→ Assignment
Your answer should consist only of the lines below from the one with "year, fraction). */" through the one with "common_cause_group?: string;", copied exactly.
*** Exercise input Section Begins ***
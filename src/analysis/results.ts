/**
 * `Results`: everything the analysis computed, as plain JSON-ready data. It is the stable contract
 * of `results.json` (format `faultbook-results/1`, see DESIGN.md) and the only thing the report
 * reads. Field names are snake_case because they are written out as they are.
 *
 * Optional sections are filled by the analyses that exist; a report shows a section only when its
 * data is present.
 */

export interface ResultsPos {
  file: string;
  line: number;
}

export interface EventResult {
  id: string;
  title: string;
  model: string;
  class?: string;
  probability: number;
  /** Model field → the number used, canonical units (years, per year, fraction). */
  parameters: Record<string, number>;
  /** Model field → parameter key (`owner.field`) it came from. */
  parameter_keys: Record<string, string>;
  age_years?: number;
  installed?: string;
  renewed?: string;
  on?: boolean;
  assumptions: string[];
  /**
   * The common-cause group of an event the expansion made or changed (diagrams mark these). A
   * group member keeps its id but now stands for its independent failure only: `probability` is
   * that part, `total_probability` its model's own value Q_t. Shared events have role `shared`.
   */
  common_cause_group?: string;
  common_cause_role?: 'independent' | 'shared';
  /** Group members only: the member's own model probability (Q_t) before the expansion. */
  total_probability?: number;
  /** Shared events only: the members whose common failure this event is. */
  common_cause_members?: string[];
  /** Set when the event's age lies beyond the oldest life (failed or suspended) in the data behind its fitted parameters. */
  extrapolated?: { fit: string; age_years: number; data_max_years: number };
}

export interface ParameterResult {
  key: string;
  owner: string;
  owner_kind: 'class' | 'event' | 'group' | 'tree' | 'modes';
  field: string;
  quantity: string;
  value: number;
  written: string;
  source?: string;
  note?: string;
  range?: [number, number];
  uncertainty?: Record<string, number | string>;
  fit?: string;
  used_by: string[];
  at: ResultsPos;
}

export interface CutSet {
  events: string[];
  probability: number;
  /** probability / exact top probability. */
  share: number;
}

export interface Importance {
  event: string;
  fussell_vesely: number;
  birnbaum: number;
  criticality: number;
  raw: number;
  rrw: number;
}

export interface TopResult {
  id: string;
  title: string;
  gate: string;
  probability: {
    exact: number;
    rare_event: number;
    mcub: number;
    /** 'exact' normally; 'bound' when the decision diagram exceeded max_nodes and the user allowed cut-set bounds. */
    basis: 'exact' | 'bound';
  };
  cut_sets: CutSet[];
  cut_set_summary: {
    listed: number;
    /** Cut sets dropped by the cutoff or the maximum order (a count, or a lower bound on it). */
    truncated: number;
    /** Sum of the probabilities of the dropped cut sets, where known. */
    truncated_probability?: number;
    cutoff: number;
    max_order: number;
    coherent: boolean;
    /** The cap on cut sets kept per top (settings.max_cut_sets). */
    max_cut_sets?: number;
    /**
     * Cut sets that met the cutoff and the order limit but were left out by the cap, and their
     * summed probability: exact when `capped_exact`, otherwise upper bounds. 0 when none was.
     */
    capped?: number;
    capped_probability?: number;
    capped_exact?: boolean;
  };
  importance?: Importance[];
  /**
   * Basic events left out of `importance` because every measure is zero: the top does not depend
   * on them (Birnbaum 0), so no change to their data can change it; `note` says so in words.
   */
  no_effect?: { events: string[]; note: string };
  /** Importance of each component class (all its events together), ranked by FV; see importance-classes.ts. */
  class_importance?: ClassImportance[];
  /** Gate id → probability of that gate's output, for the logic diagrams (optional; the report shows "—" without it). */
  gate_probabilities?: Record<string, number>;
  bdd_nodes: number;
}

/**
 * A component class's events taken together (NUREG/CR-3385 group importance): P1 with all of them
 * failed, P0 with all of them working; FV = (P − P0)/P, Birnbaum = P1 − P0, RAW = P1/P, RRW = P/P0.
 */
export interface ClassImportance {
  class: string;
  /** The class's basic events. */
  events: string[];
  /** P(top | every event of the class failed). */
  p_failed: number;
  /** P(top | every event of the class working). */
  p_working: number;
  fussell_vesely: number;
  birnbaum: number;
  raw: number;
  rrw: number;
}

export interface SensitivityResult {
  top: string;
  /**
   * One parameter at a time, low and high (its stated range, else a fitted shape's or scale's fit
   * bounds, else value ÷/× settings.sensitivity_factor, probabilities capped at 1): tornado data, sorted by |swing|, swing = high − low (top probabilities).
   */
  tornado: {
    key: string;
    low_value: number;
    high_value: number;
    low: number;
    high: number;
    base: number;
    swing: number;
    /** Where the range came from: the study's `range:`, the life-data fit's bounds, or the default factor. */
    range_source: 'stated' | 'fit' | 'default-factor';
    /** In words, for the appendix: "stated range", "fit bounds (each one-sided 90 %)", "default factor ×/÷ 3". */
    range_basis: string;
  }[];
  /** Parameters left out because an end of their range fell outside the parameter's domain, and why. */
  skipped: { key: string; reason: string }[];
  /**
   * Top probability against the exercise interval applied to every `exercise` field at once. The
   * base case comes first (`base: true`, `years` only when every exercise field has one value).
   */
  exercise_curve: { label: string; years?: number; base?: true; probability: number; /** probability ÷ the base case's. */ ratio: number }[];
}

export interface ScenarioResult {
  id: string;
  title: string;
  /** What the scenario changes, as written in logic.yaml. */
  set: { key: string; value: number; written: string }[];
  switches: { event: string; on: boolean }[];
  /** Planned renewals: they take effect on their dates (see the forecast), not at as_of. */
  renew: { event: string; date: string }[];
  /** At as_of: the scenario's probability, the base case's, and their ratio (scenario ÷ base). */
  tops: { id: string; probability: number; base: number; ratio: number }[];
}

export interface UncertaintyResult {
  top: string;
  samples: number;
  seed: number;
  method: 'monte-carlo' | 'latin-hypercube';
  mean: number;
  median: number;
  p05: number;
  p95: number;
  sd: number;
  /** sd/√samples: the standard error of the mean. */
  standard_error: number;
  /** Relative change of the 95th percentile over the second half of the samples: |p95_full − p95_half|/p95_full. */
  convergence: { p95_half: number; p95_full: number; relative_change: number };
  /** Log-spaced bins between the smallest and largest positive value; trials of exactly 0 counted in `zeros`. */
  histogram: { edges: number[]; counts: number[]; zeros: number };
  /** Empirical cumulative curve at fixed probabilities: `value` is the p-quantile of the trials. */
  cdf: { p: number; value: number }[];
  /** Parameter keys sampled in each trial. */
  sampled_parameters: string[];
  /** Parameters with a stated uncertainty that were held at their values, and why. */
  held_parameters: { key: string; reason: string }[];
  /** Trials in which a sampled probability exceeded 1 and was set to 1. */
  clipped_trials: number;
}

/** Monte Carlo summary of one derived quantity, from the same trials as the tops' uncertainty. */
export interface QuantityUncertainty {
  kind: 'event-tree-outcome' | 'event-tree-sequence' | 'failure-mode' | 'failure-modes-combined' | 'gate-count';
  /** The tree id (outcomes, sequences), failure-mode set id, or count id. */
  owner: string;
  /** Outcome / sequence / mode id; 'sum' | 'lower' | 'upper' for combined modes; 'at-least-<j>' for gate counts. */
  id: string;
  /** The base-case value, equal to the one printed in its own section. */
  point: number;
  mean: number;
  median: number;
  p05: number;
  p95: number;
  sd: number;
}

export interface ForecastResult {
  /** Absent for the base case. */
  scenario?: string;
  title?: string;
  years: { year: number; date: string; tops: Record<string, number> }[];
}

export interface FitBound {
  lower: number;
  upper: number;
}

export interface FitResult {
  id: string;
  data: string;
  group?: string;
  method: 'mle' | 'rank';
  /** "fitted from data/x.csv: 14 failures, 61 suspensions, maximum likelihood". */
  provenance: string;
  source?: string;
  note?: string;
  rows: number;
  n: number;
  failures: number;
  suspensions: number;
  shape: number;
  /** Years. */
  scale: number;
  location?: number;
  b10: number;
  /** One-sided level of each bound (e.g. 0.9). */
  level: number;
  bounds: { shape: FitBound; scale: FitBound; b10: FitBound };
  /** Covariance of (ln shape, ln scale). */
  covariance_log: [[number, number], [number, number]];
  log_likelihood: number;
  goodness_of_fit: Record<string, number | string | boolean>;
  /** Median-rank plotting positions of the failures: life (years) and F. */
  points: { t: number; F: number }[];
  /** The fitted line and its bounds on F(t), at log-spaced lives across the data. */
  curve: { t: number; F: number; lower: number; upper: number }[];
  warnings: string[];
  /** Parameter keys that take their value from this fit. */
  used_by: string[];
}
*** Exercise input Section Ends ***
→ Answer section
  /** Model field → the number used, canonical units (years, per year, fraction). */
  parameters: Record<string, number>;
  /** Model field → parameter key (`owner.field`) it came from. */
  parameter_keys: Record<string, string>;
  age_years?: number;
  installed?: string;
  renewed?: string;
  on?: boolean;
  assumptions: string[];
  /**
   * The common-cause group of an event the expansion made or changed (diagrams mark these). A
   * group member keeps its id but now stands for its independent failure only: `probability` is
   * that part, `total_probability` its model's own value Q_t. Shared events have role `shared`.
   */
  common_cause_group?: string;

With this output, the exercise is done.